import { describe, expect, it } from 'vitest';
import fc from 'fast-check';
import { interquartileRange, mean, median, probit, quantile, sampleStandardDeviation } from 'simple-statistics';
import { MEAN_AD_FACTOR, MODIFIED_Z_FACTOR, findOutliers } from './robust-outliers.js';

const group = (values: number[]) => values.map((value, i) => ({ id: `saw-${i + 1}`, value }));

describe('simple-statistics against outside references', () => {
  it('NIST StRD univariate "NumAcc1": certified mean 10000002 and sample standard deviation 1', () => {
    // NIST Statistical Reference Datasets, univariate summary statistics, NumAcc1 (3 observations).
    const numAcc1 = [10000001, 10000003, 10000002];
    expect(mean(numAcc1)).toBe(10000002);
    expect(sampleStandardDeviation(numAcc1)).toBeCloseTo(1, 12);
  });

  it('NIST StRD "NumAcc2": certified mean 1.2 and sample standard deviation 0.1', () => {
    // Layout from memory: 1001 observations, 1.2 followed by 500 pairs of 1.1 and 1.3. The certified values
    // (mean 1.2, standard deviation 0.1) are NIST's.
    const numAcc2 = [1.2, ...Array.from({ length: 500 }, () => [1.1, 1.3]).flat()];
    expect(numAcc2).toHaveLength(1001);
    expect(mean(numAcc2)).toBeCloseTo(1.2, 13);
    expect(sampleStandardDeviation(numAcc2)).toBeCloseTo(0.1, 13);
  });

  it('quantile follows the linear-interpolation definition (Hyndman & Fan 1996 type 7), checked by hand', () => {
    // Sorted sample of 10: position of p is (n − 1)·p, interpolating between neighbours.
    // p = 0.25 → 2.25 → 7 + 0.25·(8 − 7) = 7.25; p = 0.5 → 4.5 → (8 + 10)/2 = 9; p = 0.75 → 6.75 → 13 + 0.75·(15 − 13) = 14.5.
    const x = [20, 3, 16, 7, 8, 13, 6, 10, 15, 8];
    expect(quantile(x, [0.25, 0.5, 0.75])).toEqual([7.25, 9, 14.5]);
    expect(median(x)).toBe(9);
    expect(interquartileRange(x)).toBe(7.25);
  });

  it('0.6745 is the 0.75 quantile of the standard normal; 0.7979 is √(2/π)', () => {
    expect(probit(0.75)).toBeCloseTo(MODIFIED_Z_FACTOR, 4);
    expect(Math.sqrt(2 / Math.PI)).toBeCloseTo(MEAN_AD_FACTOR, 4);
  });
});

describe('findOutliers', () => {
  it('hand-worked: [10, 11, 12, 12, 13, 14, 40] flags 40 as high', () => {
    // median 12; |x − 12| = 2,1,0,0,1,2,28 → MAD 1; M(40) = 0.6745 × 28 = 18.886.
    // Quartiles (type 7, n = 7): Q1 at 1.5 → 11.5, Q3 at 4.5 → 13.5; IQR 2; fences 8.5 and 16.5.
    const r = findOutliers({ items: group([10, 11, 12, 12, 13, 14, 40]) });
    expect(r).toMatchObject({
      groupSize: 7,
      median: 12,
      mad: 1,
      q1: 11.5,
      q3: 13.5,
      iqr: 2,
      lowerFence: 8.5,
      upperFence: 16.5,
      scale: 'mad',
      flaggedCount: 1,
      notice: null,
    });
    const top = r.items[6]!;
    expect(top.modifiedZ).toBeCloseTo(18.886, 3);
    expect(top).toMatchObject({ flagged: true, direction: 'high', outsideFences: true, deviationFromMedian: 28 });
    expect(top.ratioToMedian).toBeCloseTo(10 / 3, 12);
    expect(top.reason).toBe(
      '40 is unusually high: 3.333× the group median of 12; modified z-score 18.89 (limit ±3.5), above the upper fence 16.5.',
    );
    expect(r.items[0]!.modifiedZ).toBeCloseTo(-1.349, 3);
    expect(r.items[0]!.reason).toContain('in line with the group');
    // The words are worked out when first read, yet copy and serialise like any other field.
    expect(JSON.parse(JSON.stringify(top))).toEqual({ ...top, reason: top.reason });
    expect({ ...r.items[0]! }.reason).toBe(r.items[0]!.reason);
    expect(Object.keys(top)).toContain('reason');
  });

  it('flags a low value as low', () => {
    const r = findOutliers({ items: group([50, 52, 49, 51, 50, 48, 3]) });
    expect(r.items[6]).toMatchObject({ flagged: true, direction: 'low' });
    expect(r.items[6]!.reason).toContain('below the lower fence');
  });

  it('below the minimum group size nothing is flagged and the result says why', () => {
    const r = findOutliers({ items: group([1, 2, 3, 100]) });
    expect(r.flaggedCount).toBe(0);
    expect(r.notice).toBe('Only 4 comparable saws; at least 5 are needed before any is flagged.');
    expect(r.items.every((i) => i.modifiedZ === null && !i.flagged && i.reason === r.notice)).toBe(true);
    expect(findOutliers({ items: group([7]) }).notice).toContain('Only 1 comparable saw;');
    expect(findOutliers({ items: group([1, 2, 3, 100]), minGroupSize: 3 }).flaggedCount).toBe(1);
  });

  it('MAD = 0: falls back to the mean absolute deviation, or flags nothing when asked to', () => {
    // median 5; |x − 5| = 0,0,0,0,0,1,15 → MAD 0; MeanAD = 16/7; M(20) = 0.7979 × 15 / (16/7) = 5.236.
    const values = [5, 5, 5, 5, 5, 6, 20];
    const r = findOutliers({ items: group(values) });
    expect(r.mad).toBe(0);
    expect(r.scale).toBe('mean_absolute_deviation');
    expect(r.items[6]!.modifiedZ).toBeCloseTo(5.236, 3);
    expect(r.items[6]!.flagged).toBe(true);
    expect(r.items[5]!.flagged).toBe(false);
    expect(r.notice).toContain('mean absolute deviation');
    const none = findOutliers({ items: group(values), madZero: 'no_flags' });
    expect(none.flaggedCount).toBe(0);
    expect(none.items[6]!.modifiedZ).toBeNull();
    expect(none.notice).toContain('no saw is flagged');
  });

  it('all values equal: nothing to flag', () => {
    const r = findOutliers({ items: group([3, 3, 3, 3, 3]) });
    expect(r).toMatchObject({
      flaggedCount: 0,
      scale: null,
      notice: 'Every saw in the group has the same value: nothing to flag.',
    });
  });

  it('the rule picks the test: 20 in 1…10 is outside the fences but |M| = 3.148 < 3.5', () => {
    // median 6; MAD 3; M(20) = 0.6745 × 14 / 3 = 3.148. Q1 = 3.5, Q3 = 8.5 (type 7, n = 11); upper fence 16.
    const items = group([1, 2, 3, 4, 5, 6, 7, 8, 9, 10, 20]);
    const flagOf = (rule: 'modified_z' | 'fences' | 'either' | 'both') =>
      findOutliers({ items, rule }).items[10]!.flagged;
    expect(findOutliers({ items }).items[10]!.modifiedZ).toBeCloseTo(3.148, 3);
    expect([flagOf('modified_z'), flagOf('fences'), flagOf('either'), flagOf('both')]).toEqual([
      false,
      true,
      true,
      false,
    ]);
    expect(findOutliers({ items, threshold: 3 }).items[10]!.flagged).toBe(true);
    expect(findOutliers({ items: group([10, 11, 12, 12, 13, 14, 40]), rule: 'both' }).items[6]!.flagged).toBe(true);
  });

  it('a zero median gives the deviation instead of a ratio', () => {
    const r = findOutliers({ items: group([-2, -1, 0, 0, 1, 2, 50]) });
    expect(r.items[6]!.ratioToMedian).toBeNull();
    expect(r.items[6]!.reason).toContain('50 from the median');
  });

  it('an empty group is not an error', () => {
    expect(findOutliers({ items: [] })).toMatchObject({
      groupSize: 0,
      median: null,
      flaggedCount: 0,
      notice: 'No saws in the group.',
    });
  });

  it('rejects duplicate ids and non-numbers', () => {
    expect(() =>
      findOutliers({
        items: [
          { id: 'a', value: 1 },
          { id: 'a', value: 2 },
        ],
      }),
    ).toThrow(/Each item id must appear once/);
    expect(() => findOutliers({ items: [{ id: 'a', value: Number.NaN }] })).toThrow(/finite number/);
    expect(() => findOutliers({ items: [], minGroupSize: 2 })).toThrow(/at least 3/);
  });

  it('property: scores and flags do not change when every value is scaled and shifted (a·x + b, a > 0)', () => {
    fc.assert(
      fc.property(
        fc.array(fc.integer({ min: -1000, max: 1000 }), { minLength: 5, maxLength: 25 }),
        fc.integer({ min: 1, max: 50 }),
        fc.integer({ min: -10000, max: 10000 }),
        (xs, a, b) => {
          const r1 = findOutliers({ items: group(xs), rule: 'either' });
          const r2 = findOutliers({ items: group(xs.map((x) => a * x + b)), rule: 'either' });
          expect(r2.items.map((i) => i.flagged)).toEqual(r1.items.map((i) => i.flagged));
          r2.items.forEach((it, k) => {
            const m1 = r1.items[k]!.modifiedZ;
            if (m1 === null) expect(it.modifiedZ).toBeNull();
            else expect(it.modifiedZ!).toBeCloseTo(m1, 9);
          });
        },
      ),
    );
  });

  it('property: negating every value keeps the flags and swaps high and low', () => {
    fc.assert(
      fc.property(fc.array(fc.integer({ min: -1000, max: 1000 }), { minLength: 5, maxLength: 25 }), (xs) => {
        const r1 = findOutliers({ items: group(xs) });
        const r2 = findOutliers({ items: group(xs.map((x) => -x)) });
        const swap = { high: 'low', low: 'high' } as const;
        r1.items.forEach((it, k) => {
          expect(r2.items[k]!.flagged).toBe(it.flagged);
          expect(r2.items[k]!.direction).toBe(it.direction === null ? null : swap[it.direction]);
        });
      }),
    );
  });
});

Your goal:
In the entries above, how many lines hold the word "toMatchObject"? State the number only.

Answer to the problem:
5